## Problem description
Return the opening lines of the material, word for word. End with the line that contains "fn nodes(r: &strata::Rendered)".
** Given records follows **
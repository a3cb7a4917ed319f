//! Issue 12, items 3, 4, 5, 6 and 8: bars on numeric and time axes, stacked
//! values, bar orientation, the zero line and time domains. Invented data.

use serde_json::Value;
use strata::scene::SceneOptions;
use strata::{render, RenderOptions};

fn draw(spec: &str) -> strata::Rendered {
    render(spec, None, &RenderOptions { scene: SceneOptions { width: 640.0 } }).unwrap()
}

/// Every node of the scene as JSON, depth first, with the class of the group it is in.
fn nodes(r: &strata::Rendered) -> Vec<(String, Value)> {
    fn walk(n: &Value, class: &str, out: &mut Vec<(String, Value)>) {
        if n["type"] == "group" {
            let c = n["class"].as_str().unwrap_or("").to_string();
            for k in n["children"].as_array().unwrap() {
                walk(k, &c, out);
            }
        } else {
            out.push((class.to_string(), n.clone()));
        }
    }
    let s = serde_json::to_value(&r.scene).unwrap();
    let mut out = Vec::new();
    for c in s["children"].as_array().unwrap() {
        walk(c, "", &mut out);
    }
    out
}

fn rects(r: &strata::Rendered) -> Vec<(f64, f64, f64, f64, Value)> {
    nodes(r)
        .into_iter()
        .filter(|(_, n)| n["type"] == "rect" && n.get("datum").is_some())
        .map(|(_, n)| (n["x"].as_f64().unwrap(), n["y"].as_f64().unwrap(), n["width"].as_f64().unwrap(), n["height"].as_f64().unwrap(), n["datum"].clone()))
        .collect()
}

/// The frame's left and right ends: where the horizontal axis line runs.
fn frame_x(r: &strata::Rendered) -> (f64, f64) {
    let (_, l) = nodes(r).into_iter().find(|(c, n)| c.contains("strata-axis-bottom") && n["type"] == "line").unwrap();
    (l["x1"].as_f64().unwrap(), l["x2"].as_f64().unwrap())
}

#[test]
fn bars_on_numbers_are_as_wide_as_the_data_allows_and_whole() {
    // Item 3: ten yearly bars at 640 px were 6 px slivers, the first and last half outside the frame.
    let rows: Vec<String> = (0..10).map(|i| format!(r#"{{"season": {}, "catch": {}}}"#, 2011 + i, 20 + (i * 7) % 13)).collect();
    let spec = format!(r#"{{ "data": {{ "rows": [{}] }}, "layers": [ {{ "draw": "bar", "x": "season", "y": "catch" }} ] }}"#, rows.join(","));
    let r = draw(&spec);
    let bars = rects(&r);
    assert_eq!(bars.len(), 10);
    let (left, right) = frame_x(&r);
    // A bar is the data's resolution (1 year) times the share (0.8): neighbouring
    // centres are one year apart, so width / spacing is the share.
    let spacing = (bars[1].0 + bars[1].2 / 2.0) - (bars[0].0 + bars[0].2 / 2.0);
    for b in &bars {
        assert!((b.2 / spacing - 0.8).abs() < 1e-6, "width {} against spacing {spacing}", b.2);
        assert!(b.0 >= left - 1e-6 && b.0 + b.2 <= right + 1e-6, "bar {b:?} outside {left}..{right}");
    }
    assert!(bars[0].2 > 30.0, "{}", bars[0].2);
    // `style.share` sets the share.
    let r = draw(&spec.replace(r#""y": "catch""#, r#""y": "catch", "style": { "share": 0.5 }"#));
    let bars = rects(&r);
    let spacing = bars[1].0 - bars[0].0;
    assert!((bars[0].2 / spacing - 0.5).abs() < 1e-6);
}

#[test]
fn bars_on_dates_are_whole_too() {
    let rows: Vec<String> = (1..=12).map(|m| format!(r#"{{"month": "2023-{m:02}-01", "rain": {}}}"#, 30 + m * 3)).collect();
    let spec = format!(
        r#"{{ "data": {{ "rows": [{}], "types": {{"month": "date"}} }}, "layers": [ {{ "draw": "bar", "x": "month", "y": "rain" }} ] }}"#,
        rows.join(",")
    );
    let r = draw(&spec);
    let bars = rects(&r);
    let (left, right) = frame_x(&r);
    assert_eq!(bars.len(), 12);
    for b in &bars {
        assert!(b.2 > 20.0, "sliver {b:?}");
        assert!(b.0 >= left - 1e-6 && b.0 + b.2 <= right + 1e-6, "bar {b:?} outside {left}..{right}");
    }
    // Never overlapping: the shortest month (28 days) sets the width.
    for w in bars.windows(2) {
        assert!(w[0].0 + w[0].2 <= w[1].0 + 1e-6);
    }
}

#[test]
fn stacked_marks_report_their_own_values() {
    // Item 4: a stacked "Disagree" read as the running total.
    let spec = r#"{ "data": { "rows": [
        {"q": "Q1", "answer": "Agree", "n": 30}, {"q": "Q1", "answer": "Neutral", "n": 50}, {"q": "Q1", "answer": "Disagree", "n": 20},
        {"q": "Q2", "answer": "Agree", "n": 10}, {"q": "Q2", "answer": "Neutral", "n": 25}, {"q": "Q2", "answer": "Disagree", "n": 65} ] },
      "layers": [ { "draw": "bar", "x": "q", "y": "n", "color": "answer", "arrange": "stack" } ] }"#;
    let r = draw(spec);
    let bars = rects(&r);
    let own: Vec<f64> = bars.iter().map(|b| b.4["y"].as_f64().unwrap()).collect();
    assert_eq!(own, [30.0, 50.0, 20.0, 10.0, 25.0, 65.0]);
    // The total of the stack rides along.
    assert!(bars.iter().all(|b| b.4["total"].as_f64() == Some(100.0)), "{bars:?}");
    assert!(r.svg.contains("aria-label=\"x: Q1, y: 20, color: Disagree, total: 100\""), "{}", r.svg);
    assert!(!r.svg.contains("y: 100,"), "a cumulative top is reported");
    // The data table lists own values, not running totals (30, 80, 100).
    assert!(r.table.contains("<td class=\"strata-num\">20</td>") && !r.table.contains("<td class=\"strata-num\">80</td>"), "{}", r.table);
    // Heights still pile up: the Q1 stack spans the same pixels as a 100 bar.
    let q1: f64 = bars[..3].iter().map(|b| b.3).sum();
    let q2: f64 = bars[3..].iter().map(|b| b.3).sum();
    assert!((q1 - q2).abs() < 1e-6);

    // Proportion: each segment's own share.
    let r = draw(&spec.replace("\"stack\"", "\"proportion\""));
    let shares: Vec<f64> = rects(&r).iter().map(|b| b.4["y"].as_f64().unwrap()).collect();
    assert_eq!(shares, [0.3, 0.5, 0.2, 0.1, 0.25, 0.65]);
}

#[test]
fn categories_on_y_give_horizontal_bars_top_down() {
    // Item 5: a text y and a numeric x drew vertical hairlines.
    let spec = include_str!("../../../tests/golden/specs/diverging.json");
    let r = draw(spec);
    let bars = rects(&r);
    assert_eq!(bars.len(), 5);
    // Horizontal: all one height, thick; lengths follow the values.
    for b in &bars {
        assert!((b.3 - bars[0].3).abs() < 1e-6 && b.3 > 20.0, "{b:?}");
    }
    let len = |k: usize| bars[k].2;
    // Quayside -12.5 and Fennel Hill 15: lengths in proportion.
    assert!((len(0) / len(3) - 12.5 / 15.0).abs() < 1e-6, "{bars:?}");
    // Reading order: the first row on top, then down.
    let names: Vec<&str> = bars.iter().map(|b| b.4["y"].as_str().unwrap()).collect();
    assert_eq!(names, ["Quayside", "Millbrook", "Old Town", "Fennel Hill", "Riverside"]);
    assert!(bars.windows(2).all(|w| w[0].1 < w[1].1), "{bars:?}");
    // Its datum keeps the spec's channel names: x is the value.
    assert_eq!(bars[0].4["x"].as_f64(), Some(-12.5));

    // Summaries turn too (they were refused).
    let summary = r#"{ "data": { "rows": [ {"who": "Ana", "t": 3}, {"who": "Ana", "t": 5}, {"who": "Bo", "t": 10}, {"who": "Cy", "t": 7} ] },
        "layers": [ { "draw": "bar", "x": "t", "y": "who", "stat": { "summary": "mean" } } ] }"#;
    let r = draw(summary);
    let bars = rects(&r);
    assert_eq!(bars.len(), 3);
    assert!(bars.iter().all(|b| (b.3 - bars[0].3).abs() < 1e-6));
    assert_eq!(bars[0].4["x"].as_f64(), Some(4.0));
    assert_eq!(bars[0].4["y"].as_str(), Some("Ana"));
    assert!(bars[0].1 < bars[1].1 && bars[1].1 < bars[2].1);
}

#[test]
fn categories_on_any_y_axis_run_top_down() {
    let spec = r#"{ "data": { "rows": [ {"who": "First", "t": 3}, {"who": "Second", "t": 5}, {"who": "Third", "t": 1} ] },
        "layers": [ { "draw": "point", "x": "t", "y": "who" } ] }"#;
    let r = draw(spec);
    let ys: Vec<f64> =
        nodes(&r).into_iter().filter(|(_, n)| n["type"] == "circle" && n.get("datum").is_some()).map(|(_, n)| n["cy"].as_f64().unwrap()).collect();
    assert_eq!(ys.len(), 3);
    assert!(ys[0] < ys[1] && ys[1] < ys[2], "{ys:?}");
}

#[test]
fn a_value_axis_across_zero_draws_a_stronger_zero_line() {
    // Item 6: a diverging bar chart gets a zero line, stronger than the grid.
    let r = draw(include_str!("../../../tests/golden/specs/diverging.json"));
    let all = nodes(&r);
    let zero: Vec<&Value> = all.iter().filter(|(c, _)| c == "strata-zero").map(|(_, n)| n).collect();
    assert_eq!(zero.len(), 1, "no zero line");
    let z = zero[0];
    // Vertical, at the x of zero: between Quayside's bar (ends at 0) and Millbrook's (starts at 0).
    assert_eq!(z["x1"], z["x2"]);
    let bars = rects(&r);
    let at_zero = bars[0].0 + bars[0].2;
    assert!((z["x1"].as_f64().unwrap() - at_zero).abs() < 1e-6 && (bars[1].0 - at_zero).abs() < 1e-6);
    let grid_w = all.iter().filter(|(c, _)| c == "strata-grid").map(|(_, n)| n["stroke_width"].as_f64().unwrap()).fold(0.0, f64::max);
    assert!(z["stroke_width"].as_f64().unwrap() >= 1.5 && z["stroke_width"].as_f64().unwrap() > grid_w, "{z} vs grid {grid_w}");
}

#[test]
fn time_domains_are_not_rounded_out() {
    // Item 8: 1958-2001 was drawn on 1950-2010.
    let rows: Vec<String> = (1958..=2001).map(|y| format!(r#"{{"day": "{y}-06-15", "level": {}}}"#, 300 + (y - 1958) * 2)).collect();
    let spec = format!(
        r#"{{ "data": {{ "rows": [{}], "types": {{"day": "date"}} }}, "layers": [ {{ "draw": "line", "x": "day", "y": "level" }} ] }}"#,
        rows.join(",")
    );
    let r = draw(&spec);
    let (left, right) = frame_x(&r);
    let (_, line) = nodes(&r).into_iter().find(|(c, n)| c.contains("strata-line") && n["type"] == "path").unwrap();
    let d = line["d"].as_array().unwrap();
    let first = d[0][1].as_f64().unwrap();
    let last = d[d.len() - 1][1].as_f64().unwrap();
    assert!((first - left).abs() < 1e-6 && (last - right).abs() < 1e-6, "line {first}..{last} in frame {left}..{right}");
    // `nice: true` still rounds out on request.
    let r = draw(&spec.replace(r#""layers""#, r#""scales": { "x": { "nice": true } }, "layers""#));
    let (left, _) = frame_x(&r);
    let (_, line) = nodes(&r).into_iter().find(|(c, n)| c.contains("strata-line") && n["type"] == "path").unwrap();
    assert!(line["d"][0][1].as_f64().unwrap() > left + 1.0);
}

#[test]
fn cells_on_numbers_tile_the_plot() {
    // A heat map of months by year (a wide table unpivoted, years as numbers):
    // the cells had no height on the numeric year axis and nothing was drawn
    // (user trial on statsmodels' elnino table). Each cell now spans the
    // data's resolution: one year tall, one category wide, with no gaps.
    let mut rows = Vec::new();
    for year in 2001..2011 {
        for (k, m) in ["Jan", "Feb", "Mar", "Apr"].iter().enumerate() {
            rows.push(format!(r#"{{"year": {year}, "month": "{m}", "t": {}}}"#, 20 + (year * 3 + k as i32) % 7));
        }
    }
    let spec = format!(r#"{{ "data": {{ "rows": [{}] }}, "layers": [ {{ "draw": "cell", "x": "month", "y": "year", "color": "t" }} ] }}"#, rows.join(","));
    let cells = rects(&draw(&spec));
    assert_eq!(cells.len(), 40);
    let h = cells[0].3;
    assert!(h > 10.0, "cells have a height: {h}");
    for c in &cells {
        assert!((c.3 - h).abs() < 1e-6, "one year tall: {} against {h}", c.3);
    }
    // Rows of one month stack without gaps or overlaps: sorted by y, each
    // starts where the one before ended.
    let mut jan: Vec<(f64, f64)> = cells.iter().filter(|c| c.4["x"] == "Jan").map(|c| (c.1, c.3)).collect();
    jan.sort_by(|a, b| a.0.total_cmp(&b.0));
    assert_eq!(jan.len(), 10);
    for w in jan.windows(2) {
        assert!((w[0].0 + w[0].1 - w[1].0).abs() < 1e-6, "{w:?}");
    }
}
** End of Given records **
## Answer box
repository a3cb7a4917ed319f
//! Issue 12, items 3, 4, 5, 6 and 8: bars on numeric and time axes, stacked
//! values, bar orientation, the zero line and time domains. Invented data.

use serde_json::Value;
use strata::scene::SceneOptions;
use strata::{render, RenderOptions};

fn draw(spec: &str) -> strata::Rendered {
    render(spec, None, &RenderOptions { scene: SceneOptions { width: 640.0 } }).unwrap()
}

/// Every node of the scene as JSON, depth first, with the class of the group it is in.
fn nodes(r: &strata::Rendered) -> Vec<(String, Value)> {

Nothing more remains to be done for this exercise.